REQUIRED WORK: The required output is the exact run of lines below that opens at the line with "t = np.float32(threshold)" and closes at the line with "return v >= threshold".

PROVIDED ENTRIES:
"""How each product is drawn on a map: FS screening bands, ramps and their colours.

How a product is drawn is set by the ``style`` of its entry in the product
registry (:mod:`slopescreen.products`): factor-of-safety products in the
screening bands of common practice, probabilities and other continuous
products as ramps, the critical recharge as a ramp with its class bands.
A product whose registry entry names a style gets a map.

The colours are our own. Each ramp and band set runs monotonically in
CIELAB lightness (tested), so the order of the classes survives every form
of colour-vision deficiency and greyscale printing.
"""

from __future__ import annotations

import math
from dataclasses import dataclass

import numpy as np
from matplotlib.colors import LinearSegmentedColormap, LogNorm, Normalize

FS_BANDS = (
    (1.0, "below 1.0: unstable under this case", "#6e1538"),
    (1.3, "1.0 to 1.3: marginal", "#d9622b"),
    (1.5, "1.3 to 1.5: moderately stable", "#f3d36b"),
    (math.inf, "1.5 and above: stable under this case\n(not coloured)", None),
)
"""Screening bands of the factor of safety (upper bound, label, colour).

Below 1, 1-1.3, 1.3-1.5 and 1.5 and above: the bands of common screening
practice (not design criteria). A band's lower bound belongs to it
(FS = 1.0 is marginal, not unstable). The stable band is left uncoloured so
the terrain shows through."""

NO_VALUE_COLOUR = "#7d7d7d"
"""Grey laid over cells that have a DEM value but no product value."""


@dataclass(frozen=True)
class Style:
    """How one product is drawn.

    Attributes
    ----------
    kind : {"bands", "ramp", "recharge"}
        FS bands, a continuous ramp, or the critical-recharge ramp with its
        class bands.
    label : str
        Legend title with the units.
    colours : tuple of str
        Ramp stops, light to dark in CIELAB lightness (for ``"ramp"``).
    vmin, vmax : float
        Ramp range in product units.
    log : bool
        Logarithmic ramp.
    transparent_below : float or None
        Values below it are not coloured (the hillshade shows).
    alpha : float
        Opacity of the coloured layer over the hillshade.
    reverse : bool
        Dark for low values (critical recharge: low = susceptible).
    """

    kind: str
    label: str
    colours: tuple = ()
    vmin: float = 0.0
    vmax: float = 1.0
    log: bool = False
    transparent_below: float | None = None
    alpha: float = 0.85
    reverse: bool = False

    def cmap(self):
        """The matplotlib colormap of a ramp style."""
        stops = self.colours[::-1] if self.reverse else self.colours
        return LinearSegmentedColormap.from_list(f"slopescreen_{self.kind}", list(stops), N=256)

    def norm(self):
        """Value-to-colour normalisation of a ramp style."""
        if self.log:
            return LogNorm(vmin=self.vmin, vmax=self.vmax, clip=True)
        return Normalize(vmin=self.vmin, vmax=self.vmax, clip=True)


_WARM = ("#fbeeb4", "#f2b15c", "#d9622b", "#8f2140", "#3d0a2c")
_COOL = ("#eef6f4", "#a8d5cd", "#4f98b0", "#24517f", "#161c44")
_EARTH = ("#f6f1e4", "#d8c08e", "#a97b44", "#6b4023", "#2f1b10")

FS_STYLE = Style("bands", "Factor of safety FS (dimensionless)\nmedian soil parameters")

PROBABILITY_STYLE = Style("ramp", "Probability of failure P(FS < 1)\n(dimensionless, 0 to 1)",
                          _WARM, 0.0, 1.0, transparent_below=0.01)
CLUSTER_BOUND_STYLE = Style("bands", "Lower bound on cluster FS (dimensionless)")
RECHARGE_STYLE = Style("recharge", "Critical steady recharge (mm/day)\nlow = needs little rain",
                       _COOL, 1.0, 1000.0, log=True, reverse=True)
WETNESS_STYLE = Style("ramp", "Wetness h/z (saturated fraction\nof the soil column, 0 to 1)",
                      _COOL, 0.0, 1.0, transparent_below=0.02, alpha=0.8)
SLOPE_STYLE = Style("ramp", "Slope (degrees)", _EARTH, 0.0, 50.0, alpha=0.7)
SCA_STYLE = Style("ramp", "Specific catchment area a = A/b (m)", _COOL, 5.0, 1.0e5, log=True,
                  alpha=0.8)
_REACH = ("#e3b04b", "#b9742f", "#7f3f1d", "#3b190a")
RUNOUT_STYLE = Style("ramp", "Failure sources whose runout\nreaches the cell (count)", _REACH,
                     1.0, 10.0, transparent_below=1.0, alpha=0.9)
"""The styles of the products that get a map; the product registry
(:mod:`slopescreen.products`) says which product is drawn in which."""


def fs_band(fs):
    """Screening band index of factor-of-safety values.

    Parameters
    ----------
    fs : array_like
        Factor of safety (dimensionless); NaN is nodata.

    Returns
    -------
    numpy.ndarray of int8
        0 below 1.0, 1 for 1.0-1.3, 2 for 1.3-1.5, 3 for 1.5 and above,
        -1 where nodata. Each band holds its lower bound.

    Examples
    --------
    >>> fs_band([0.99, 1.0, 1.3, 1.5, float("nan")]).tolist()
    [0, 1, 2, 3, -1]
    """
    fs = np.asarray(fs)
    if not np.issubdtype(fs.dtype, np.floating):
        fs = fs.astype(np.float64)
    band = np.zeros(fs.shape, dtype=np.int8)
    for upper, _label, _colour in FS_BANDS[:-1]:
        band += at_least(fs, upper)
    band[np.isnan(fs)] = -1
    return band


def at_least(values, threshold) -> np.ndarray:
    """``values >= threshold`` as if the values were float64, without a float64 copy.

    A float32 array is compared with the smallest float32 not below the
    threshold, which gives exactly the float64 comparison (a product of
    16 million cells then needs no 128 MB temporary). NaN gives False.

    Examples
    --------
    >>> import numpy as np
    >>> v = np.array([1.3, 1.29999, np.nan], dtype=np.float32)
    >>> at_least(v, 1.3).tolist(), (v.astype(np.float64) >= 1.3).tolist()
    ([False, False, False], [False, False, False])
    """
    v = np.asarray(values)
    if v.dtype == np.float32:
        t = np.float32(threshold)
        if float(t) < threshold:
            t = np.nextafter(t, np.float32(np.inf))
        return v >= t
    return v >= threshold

---

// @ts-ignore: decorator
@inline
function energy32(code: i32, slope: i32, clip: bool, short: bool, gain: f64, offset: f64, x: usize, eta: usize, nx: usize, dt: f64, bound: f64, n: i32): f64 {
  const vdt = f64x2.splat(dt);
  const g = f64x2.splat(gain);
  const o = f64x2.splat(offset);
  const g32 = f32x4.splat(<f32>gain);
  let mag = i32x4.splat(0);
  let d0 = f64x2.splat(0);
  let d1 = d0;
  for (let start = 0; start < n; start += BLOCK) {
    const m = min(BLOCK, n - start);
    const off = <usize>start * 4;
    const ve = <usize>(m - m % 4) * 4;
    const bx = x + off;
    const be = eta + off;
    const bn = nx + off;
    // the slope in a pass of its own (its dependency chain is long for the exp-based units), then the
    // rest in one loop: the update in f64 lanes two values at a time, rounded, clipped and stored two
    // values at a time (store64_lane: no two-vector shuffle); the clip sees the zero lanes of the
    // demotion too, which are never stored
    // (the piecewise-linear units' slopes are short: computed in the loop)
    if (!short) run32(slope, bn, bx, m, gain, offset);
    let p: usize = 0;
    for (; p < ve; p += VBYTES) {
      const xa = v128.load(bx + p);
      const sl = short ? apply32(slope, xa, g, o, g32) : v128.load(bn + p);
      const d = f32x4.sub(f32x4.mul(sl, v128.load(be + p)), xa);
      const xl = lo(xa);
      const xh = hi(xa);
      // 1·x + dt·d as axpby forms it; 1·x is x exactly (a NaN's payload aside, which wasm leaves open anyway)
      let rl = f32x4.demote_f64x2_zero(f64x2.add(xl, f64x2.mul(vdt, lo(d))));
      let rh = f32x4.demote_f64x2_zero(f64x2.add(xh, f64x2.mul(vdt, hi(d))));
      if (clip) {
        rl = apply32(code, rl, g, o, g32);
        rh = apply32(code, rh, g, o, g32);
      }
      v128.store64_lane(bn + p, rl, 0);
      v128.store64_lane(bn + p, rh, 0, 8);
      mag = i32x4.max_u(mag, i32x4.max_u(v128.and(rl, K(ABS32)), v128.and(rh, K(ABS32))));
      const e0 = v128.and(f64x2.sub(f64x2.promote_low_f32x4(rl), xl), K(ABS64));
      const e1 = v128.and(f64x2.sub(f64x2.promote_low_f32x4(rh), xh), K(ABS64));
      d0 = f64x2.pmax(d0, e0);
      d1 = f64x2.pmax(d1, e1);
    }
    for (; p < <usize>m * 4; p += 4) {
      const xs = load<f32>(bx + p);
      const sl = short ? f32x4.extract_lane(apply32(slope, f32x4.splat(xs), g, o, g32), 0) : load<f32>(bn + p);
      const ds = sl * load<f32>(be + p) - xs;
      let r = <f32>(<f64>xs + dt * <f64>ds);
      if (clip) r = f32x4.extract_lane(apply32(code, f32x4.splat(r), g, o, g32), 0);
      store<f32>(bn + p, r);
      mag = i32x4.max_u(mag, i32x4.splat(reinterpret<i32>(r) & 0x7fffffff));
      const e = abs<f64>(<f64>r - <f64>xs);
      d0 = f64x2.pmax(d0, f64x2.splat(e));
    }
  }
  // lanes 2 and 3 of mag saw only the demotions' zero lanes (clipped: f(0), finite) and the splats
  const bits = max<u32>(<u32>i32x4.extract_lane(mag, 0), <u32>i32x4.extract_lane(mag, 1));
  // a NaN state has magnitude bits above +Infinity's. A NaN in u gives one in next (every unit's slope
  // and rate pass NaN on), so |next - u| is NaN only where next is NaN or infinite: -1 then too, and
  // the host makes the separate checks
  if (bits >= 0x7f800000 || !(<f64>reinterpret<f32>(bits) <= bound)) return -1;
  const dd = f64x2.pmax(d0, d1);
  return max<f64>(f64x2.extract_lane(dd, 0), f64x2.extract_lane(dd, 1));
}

WRITTEN RESPONSE:
        t = np.float32(threshold)
        if float(t) < threshold:
            t = np.nextafter(t, np.float32(np.inf))
        return v >= t
    return v >= threshold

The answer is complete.